Abe Vigoda’s leathery, sad-eyed face made him ideal for playing the over-the-hill detective Phil Fish in the 1970s TV series Barney Miller and the doomed Mafia soldier in The Godfather. His death brought to an end years of speculation on whether he was still alive, sparked by a false report of his death more than three decades ago.

Though Vigoda took it in his stride, the question of whether he was dead or alive became something of a running joke: there was even a website devoted to answering the much-Googled question, “Is Abe Vigoda dead?”

Vigoda was worked in relative obscurity as a supporting actor in the New York theatre and in television when Francis Ford Coppola, who was looking for unheralded actors to play most of his supporting roles, cast him in The Godfather. He played Sal Tessio, an old friend of Vito Corleone (Marlon Brando) who hopes to take over the family after Vito’s death by killing his son Michael (Al Pacino). But Michael anticipates that Sal’s suggestion for a “peace summit” among the big crime families is a set-up – and the escorts Sal thought were taking him to the meeting turn out to be his executioners.

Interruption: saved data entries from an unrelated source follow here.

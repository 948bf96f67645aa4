import { holdsBand, mayHold, rememberHopeless } from './best-value.ts';
import { byValue, type Candidate } from './candidate.ts';
import { conditionShifts, shiftRange, timingCoefficient } from './kit-effects.ts';
import type { PreparedShelf } from './prepared-shelf.ts';
import type { SearchBrief } from './shelf.ts';
import { quickBound, steadier, steadyOf, type Steady } from './steadiest.ts';
import { supplyReach } from './steered.ts';
import { settingError } from './trimmed.ts';
import { tunedClassOf } from './tuned-grid.ts';

/** The cheapest of a list that holds the band and is cheaper than the best so far. */
export function cheapestThatHolds(
  list: readonly Candidate[],
  before: Candidate | null,
  brief: SearchBrief,
  shelf: PreparedShelf,
): Candidate | null {
  const hopeless = rememberHopeless(brief);
  for (const candidate of [...list].sort(byValue)) {
    if (before !== null && byValue(candidate, before) >= 0) return before;
    if (candidate.distance > -Math.log1p(-brief.band)) continue;
    const { frame, timing } = candidate;
    if (timing.kind === 'single') {
      if (hopeless({ ...frame, idealOhms: timing.ohms })) continue;
      if (!mayHold({ ...candidate, timing }, brief)) continue;
    }
    if (holdsBand(candidate, brief, shelf)) return candidate;
  }
  return before;
}

/** The steadiest of a list, if it is steadier than the best so far; by lower bounds first. */
export function steadiestOf(
  list: readonly Candidate[],
  before: Steady | null,
  brief: SearchBrief,
  shelf: PreparedShelf,
): Steady | null {
  const queue = list
    .map((candidate) => ({ candidate, bound: leastEnd(candidate, brief) }))
    .sort((a, b) => a.bound - b.bound);
  let best = before;
  for (const { candidate, bound } of queue) {
    if (best !== null && bound > best.end) break;
    best = steadier(best, steadyOf(candidate, brief, shelf));
  }
  return best;
}

/** Less than the worse end of a candidate: its tolerances, and nearly all of its drift. */
function leastEnd({ frame, timing }: Candidate, brief: SearchBrief): number {
  const { capacitor } = frame;
  if (timing.kind === 'steered') {
    const least = Math.min(timing.charge.tolerance, timing.discharge.tolerance);
    return joined(quickBound(frame, least), 0.9 * supplyReach(frame, timing, brief));
  }
  if (timing.kind === 'trimmed') {
    return 0.85 * (capacitor.temperatureSpread + settingError(timing.ohms, timing.trimmer));
  }
  const shifts = conditionShifts(frame, timing.ohms, brief);
  const { up, down } = shiftRange(shifts, timingCoefficient(timing), -1);
  const measured = { ...frame, capacitor: { ...capacitor, tolerance: brief.meterUncertainty } };
  const least = Math.min(tunedClassOf(timing), timing.first.tolerance);
  return joined(quickBound(measured, least), (0.9 * (up - down)) / 2);
}

/** The worse end of a band whose half-width in ln is that of `bound` and `half` together. */
function joined(bound: number, half: number): number {
  return Math.tanh(Math.atanh(Math.min(bound, 0.999)) + half);
}
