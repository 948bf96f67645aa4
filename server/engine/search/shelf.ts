/**
 * What the search may take: unreserved stock of one mounting, in SI units. `id` orders ties, so two
 * searches over the same shelf always agree. `available` counts single pieces.
 */
export interface Shelf {
  resistors: readonly StockedResistor[];
  capacitors: readonly StockedCapacitor[];
  comparators: readonly StockedComparator[];
  diodes: readonly StockedDiode[];
  trimmers: readonly StockedTrimmer[];
}

interface Stocked {
  id: number;
  available: number;
  /** Net price of one piece in minor units. */
  priceMinor: number;
}

export interface StockedResistor extends Stocked {
  ohms: number;
  tolerance: number;
  /** Signed; every piece of the part is taken to drift by it. */
  temperatureCoefficientPerKelvin: number;
  ratedWatts: number;
}

/** A trimming resistor used as a rheostat; `ohms` is its whole track. */
export interface StockedTrimmer extends Stocked {
  ohms: number;
  tolerance: number;
  temperatureCoefficientPerKelvin: number;
}

/** A small-signal diode; two of one part steer the charge and discharge paths. */
export interface StockedDiode extends Stocked {
  saturationAmps: number;
  emissionCoefficient: number;
  energyGapElectronVolts: number;
  saturationTemperatureExponent: number;
}

export interface StockedCapacitor extends Stocked {
  /** Middle of what a piece may measure: the printed value, or the lots' mean where that is used. */
  farads: number;
  /** A piece lies within ± this fraction of `farads`: the printed tolerance, or the lots' window. */
  tolerance: number;
  /** Standard deviation as a fraction where lots are measured; null: any value as likely as another. */
  deviation: number | null;
  dielectric: 'C0G' | 'X7R' | 'film-pp' | 'film-pet' | 'electrolytic';
  ratedVolts: number;
  temperatureCoefficientPerKelvin: number;
  /** Largest further change over the whole temperature range, as a fraction. */
  temperatureSpread: number;
  /** Insulation resistance times capacitance; null where leakage is given as a current. */
  insulationSeconds: number | null;
  leakageAmps: number;
}

export interface StockedComparator extends Stocked {
  output: 'push-pull' | 'open-drain';
  sections: number;
  minSupplyVolts: number;
  maxSupplyVolts: number;
  delayLowHighSeconds: number;
  delayHighLowSeconds: number;
  maxDelaySeconds: number;
  inputBiasAmps: number;
  maxInputBiasAmps: number;
  offsetVolts: number;
  maxOffsetVolts: number;
  hysteresisVolts: number;
  highOhms: number;
  lowOhms: number;
  maxOutputAmps: number;
  quiescentAmps: number;
  maxQuiescentAmps: number;
}

/** What the search is asked, in SI units. */
export interface SearchBrief {
  targetHz: number;
  duty: number;
  supplyVolts: number;
  minSupplyVolts: number;
  maxSupplyVolts: number;
  /** Fraction either side of the target. */
  band: number;
  minCelsius: number;
  maxCelsius: number;
  quantity: number;
  load: SearchLoad | null;
  care: CareLevel;
  /** Uncertainty of the bench's capacitance meter, as a fraction of the reading. */
  meterUncertainty: number;
}

/**
 * How the shop treats a pack. Lot-checked differs from as-stocked by the capacitors on the shelf
 * alone, whose value and tolerance are then the lots'.
 */
export type CareLevel = 'as-stocked' | 'lot-checked' | 'bench-tuned' | 'trimmer-fitted';

/** An LED on the output: forward voltages, and the current it is asked to carry. */
export interface SearchLoad {
  amps: number;
  forwardVolts: number;
  minForwardVolts: number;
  maxForwardVolts: number;
}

“Tell Mike it was only business,” Sal mutters to consigliere Tom Hagen (Robert Duvall), as he’s led away. Although Vigoda was Jewish rather than Italian, his looks fooled the mobsters who visited the set one day. “They kept looking at me, as if to say, ‘What family is he from?’” he recalled.

The huge success of the film and The Godfather Part II led to numerous roles, often as hoodlums. But it was his comic turn in Barney Miller which ran from 1975 to 1982, that brought Vigoda’s greatest recognition in the US.

He liked to tell the story of how he won the role of Fish. An exercise enthusiast, Vigoda had just returned from a five-mile jog when his agent called and told him to report to Danny Arnold, who was producing a pilot for a police station comedy. Arnold remarked that he looked tired, and Vigoda explained about his jog. “You know, you look like you might have haemorrhoids,” Arnold said. “What are you – a doctor or a producer?” Vigoda asked. He was cast on the spot.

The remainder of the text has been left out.